In this course, students learn to apply Enterprise Project Management (EPM) concepts as applied to the development, deployment and value attainment of Business Intelligence projects. The course provides a hands-on experience where students successfully manage the implementation/deployment life cycle of data-oriented projects in order to achieve a business process transformation. Special emphasis is placed upon value mapping, cross-functional collaboration, risk management at the project-program-portfolio levels, organizational change management, stakeholder management and business value attainment. The course is highly interactive as students complete project management assignments working individually and in teams using collaboration software.
Prerequisites: MDS 546, MDS 534, MPM 501, MPM 502. Students who are certified project management professionals or who have prior equivalent experience may waive the project management course requirements.
In this course, the student learns to apply the project management tools and techniques needed to effectively plan and lead project teams on a business transformation initiative. The course emphasizes project execution by providing the student with a hands-on, team experience in developing, training, validating and deploying machine learning and time series models to a web production environment. Students construct KPI dashboards and learn methods of organizational change management necessary to drive business value creation across a variety of common enterprise processes including marketing/sales, operations, procurement, finance and customer service. The course is highly interactive as students complete data science and project management assignments working individually as well as in teams using collaboration software.
Prerequisite: MDS 561.
This course emphasizes the application of the primary topics covered in MDS 534 Data Mining and Business Intelligence and MDS 556 Analytical Methods within large case studies while learning to choose the appropriate programming language(s), software design pattern(s) and/or software tools, which are covered in CS 535 Programming Models and Environments. In these case studies students utilize data mining tools where appropriate and utilize advanced techniques in statistics and mathematical modeling for supporting conclusions and decisions. Students utilize software tools to visually present conclusions and decisions. Case studies are chosen from a wide spectrum of problem domains.
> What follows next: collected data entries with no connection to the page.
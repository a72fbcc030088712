//! Sweep files: axes over numeric keys of a design, the points they make, and the edit of a
//! base design at the TOML level for one point.
//!
//! # Format (TOML)
//! ```toml
//! base = "design.toml"             # design file, relative to the sweep file
//! metrics = ["coupling.secondary.primary", "gap.secondary.primary"]
//! constraints = ["gap.secondary.primary >= 0.005"]
//!
//! [[axis]]
//! key = "winding.primary.origin[2]" # winding.<name>.<key> or electrode.<name>.<key>,
//!                                    # [i] for a vector component
//! from = 0.0                         # with `to` and `steps` (both ends included) ...
//! to = 0.09
//! steps = 10
//! # scale = "log"                  # log spacing (from, to > 0)
//! # values = [0.01, 0.02]          # ... or the values themselves
//! # group = "g"                    # axes of one group are zipped (equal counts)
//!
//! [[axis]]
//! key = "winding.pickup.tilt_deg"    # the axis turned by this angle (degrees) ...
//! about = [0.0, 1.0, 0.0]            # ... about this direction through the origin
//! values = [0.0, 15.0, 30.0]
//!
//! [[axis]]
//! key = "electrode.topload.major_radius" # an electrode's size or place
//! values = [0.05, 0.06]
//!
//! # Instead of a grid: random or Latin-hypercube points inside each axis's from/to.
//! # [sample]
//! # method = "lhs"                 # random | lhs
//! # count = 1000
//! # seed = 7
//! ```
//!
//! A nameless winding or electrode is named as the design parser names it (`winding-2`,
//! `electrode-1`). Names, shapes, `connect` and `tap_from` cannot be swept; a primary's
//! `tap_turns` can (`winding.primary.tap_turns`, turns), and is set even where the base design
//! has no tap (then counted from the default end).
//!
//! Grid points are the Cartesian product of the axes (groups count as one axis), the first
//! axis varying slowest. Values are plain SI numbers (metres, turns, degrees for `tilt_deg`).
//!
//! # Random points
//! The generator is ChaCha8 (D. J. Bernstein, "ChaCha, a variant of Salsa20", 2008, with 8
//! rounds) from the `rand_chacha` crate, seeded with the 32-byte key whose first 8 bytes are
//! the little-endian `seed` and whose other bytes are zero: the same seed gives the same points
//! on every machine. A uniform number in [0, 1) is `(next_u64 >> 11) * 2^-53`.
//! - `random`: point by point, axis by axis, one uniform number each.
//! - `lhs` (Latin hypercube, M. D. McKay, R. J. Beckman, W. J. Conover, Technometrics 21(2),
//!   1979): axis by axis, a Fisher-Yates shuffle of the `count` strata (index j drawn as
//!   `(next_u64 * (i + 1)) >> 64`), then one uniform offset per point inside its stratum.

use crate::error::DesignError;
use rand_chacha::ChaCha8Rng;
use rand_core::{RngCore, SeedableRng};
use toml::{Table, Value};

/// Most points a sweep may have: every point's values are kept in memory and each distinct axis
/// value is checked alone before any work, so start-up and memory grow with it (a million points
/// start in seconds; 50 million took 3 GB).
pub const MAX_POINTS: usize = 1_000_000;

/// The kind of design table a key path names.
#[derive(Debug, Clone, Copy, PartialEq, Eq)]
pub enum Part {
    /// A `[[winding]]` table.
    Winding,
    /// An `[[electrode]]` table.
    Electrode,
}

impl Part {
    /// The word of key paths and of the design file (`winding`, `electrode`).
    pub fn word(self) -> &'static str {
        match self {
            Part::Winding => "winding",
            Part::Electrode => "electrode",
        }
    }
}

/// Which part of the design an axis changes.
#[derive(Debug, Clone, PartialEq)]
pub enum Target {
    /// `<part>.<name>.<key>` or `<part>.<name>.<key>[index]`.
    Field {
        /// Winding or electrode.
        part: Part,
        /// Its name.
        name: String,
        /// Key inside its table.
        key: String,
        /// Component of a vector key.
        index: Option<usize>,
    },
    /// `<part>.<name>.tilt_deg`: the axis turned by the value (degrees) about `about`.
    Tilt {
        /// Winding or electrode.
        part: Part,
        /// Its name.
        name: String,
        /// Direction of the rotation axis (normalised).
        about: [f64; 3],
    },
}

impl Target {
    /// The kind of table it edits.
    pub fn part(&self) -> Part {
        match self {
            Target::Field { part, .. } | Target::Tilt { part, .. } => *part,
        }
    }

    /// The name of the winding or electrode it edits.
    pub fn name(&self) -> &str {
        match self {
            Target::Field { name, .. } | Target::Tilt { name, .. } => name,
        }
    }
}

/// The values of one axis.
#[derive(Debug, Clone, PartialEq)]
pub enum Values {
    /// Explicit values.
    List(Vec<f64>),
    /// `from`, `to`, optional `steps` (needed for a grid), linear or logarithmic.
    Range {
        /// First value.
        from: f64,
        /// Last value.
        to: f64,
        /// Number of values, both ends included (None: a sampled axis).
        steps: Option<usize>,
        /// Logarithmic spacing.
        log: bool,
    },
}

/// One `[[axis]]` table.
#[derive(Debug, Clone, PartialEq)]
pub struct Axis {
    /// The key as written (the column name in the output).
    pub key: String,
    /// What it changes.
    pub target: Target,
    /// Its values.
    pub values: Values,
    /// Zip group.
    pub group: Option<String>,
}

impl Axis {
    /// How many grid values the axis has (None for a range without steps), without computing
    /// them.
    pub fn grid_len(&self) -> Option<usize> {
        match &self.values {
            Values::List(v) => Some(v.len()),
            Values::Range { steps, .. } => *steps,
        }
    }

    /// The grid values of the axis (None for a range without steps).
    pub fn grid_values(&self) -> Option<Vec<f64>> {
        match &self.values {
            Values::List(v) => Some(v.clone()),
            Values::Range {
                from,
                to,
                steps,
                log,
            } => {
                let n = (*steps)?;
                Some((0..n).map(|i| grid_value(*from, *to, i, n, *log)).collect())
            }
        }
    }

    /// Value at the fraction u in [0, 1] of the axis's bounds (sampled axes).
    fn at_fraction(&self, u: f64) -> f64 {
        match self.values {
            Values::Range { from, to, log, .. } => {
                if log {
                    (from.ln() + u * (to.ln() - from.ln())).exp()
                } else {
                    from + u * (to - from)
                }
            }
            Values::List(_) => f64::NAN,
        }
    }
}

/// Random sampling method.
#[derive(Debug, Clone, Copy, PartialEq, Eq)]
pub enum Method {
    /// Independent uniform points.
    Random,
    /// Latin hypercube.
    Lhs,
}

/// `[sample]` table.
#[derive(Debug, Clone, Copy, PartialEq, Eq)]
pub struct Sample {
    /// The method.
    pub method: Method,
    /// Number of points.
    pub count: usize,
    /// Seed of the ChaCha8 generator.
    pub seed: u64,
}

/// A validated sweep file.
#[derive(Debug, Clone, PartialEq)]
pub struct Sweep {
    /// Path of the base design, relative to the sweep file.
    pub base: String,
    /// The axes in file order.
    pub axes: Vec<Axis>,
    /// Random sampling instead of a grid.
    pub sample: Option<Sample>,
    /// Metric names, as written.
    pub metrics: Vec<String>,
    /// Constraints, as written.
    pub constraints: Vec<String>,
}

fn invalid(source: &str, key: impl Into<String>, reason: impl Into<String>) -> DesignError {
    DesignError::SweepFile {
        source_name: source.to_string(),
        key: key.into(),
        reason: reason.into(),
    }
}

fn number(v: &Value) -> Option<f64> {
    match v {
        Value::Float(f) => Some(*f),
        Value::Integer(i) => Some(*i as f64),
        _ => None,
    }
}

/// A parsed key path: the kind of table, its name, the key and the component.
pub type KeyPath = (Part, String, String, Option<usize>);

/// Parse a key path `winding.<name>.<key>`, `electrode.<name>.<key>`, with `[i]` for a vector
/// component.
pub fn parse_key(key: &str) -> Result<KeyPath, String> {
    let (part, rest) = if let Some(rest) = key.strip_prefix("winding.") {
        (Part::Winding, rest)
    } else if let Some(rest) = key.strip_prefix("electrode.") {
        (Part::Electrode, rest)
    } else {
        return Err("a key path starts with `winding.` or `electrode.` (e.g. \
                    `winding.primary.origin[2]`)"
            .to_string());
    };
    let word = part.word();
    let (name, field) = rest
        .split_once('.')
        .ok_or_else(|| format!("expected `{word}.<name>.<key>`"))?;
    if !crate::file::raw::is_valid_name(name) {
        return Err(format!("`{name}` is not a {word} name ([A-Za-z0-9_-]+)"));
    }
    let (field, index) = match field.split_once('[') {
        Some((f, idx)) => {
            let idx = idx
                .strip_suffix(']')
                .and_then(|i| i.parse::<usize>().ok())
                .ok_or_else(|| format!("`[{idx}`: a component index is `[0]`, `[1]`, ..."))?;
            (f, Some(idx))
        }
        None => (field, None),
    };
    if field.is_empty() || !field.bytes().all(|b| b.is_ascii_lowercase() || b == b'_') {
        return Err(format!("`{field}` is not a design key"));
    }
    Ok((part, name.to_string(), field.to_string(), index))
}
This course provides opportunities for students to study specialized topics in data science. Examples include time series forecasting and data science applications of linear algebra.
This course serves as the capstone for the program. Students will apply concepts learned and skills developed in the other required courses to complete a major project that demonstrates the full range of their data science knowledge and capabilities.
This course is the first of two courses required to complete a thesis option in the master’s program in data science.
This course is the second of two courses required to complete a thesis option in the master’s program in data science.
Students must complete two graduate-level electives at Elmhurst.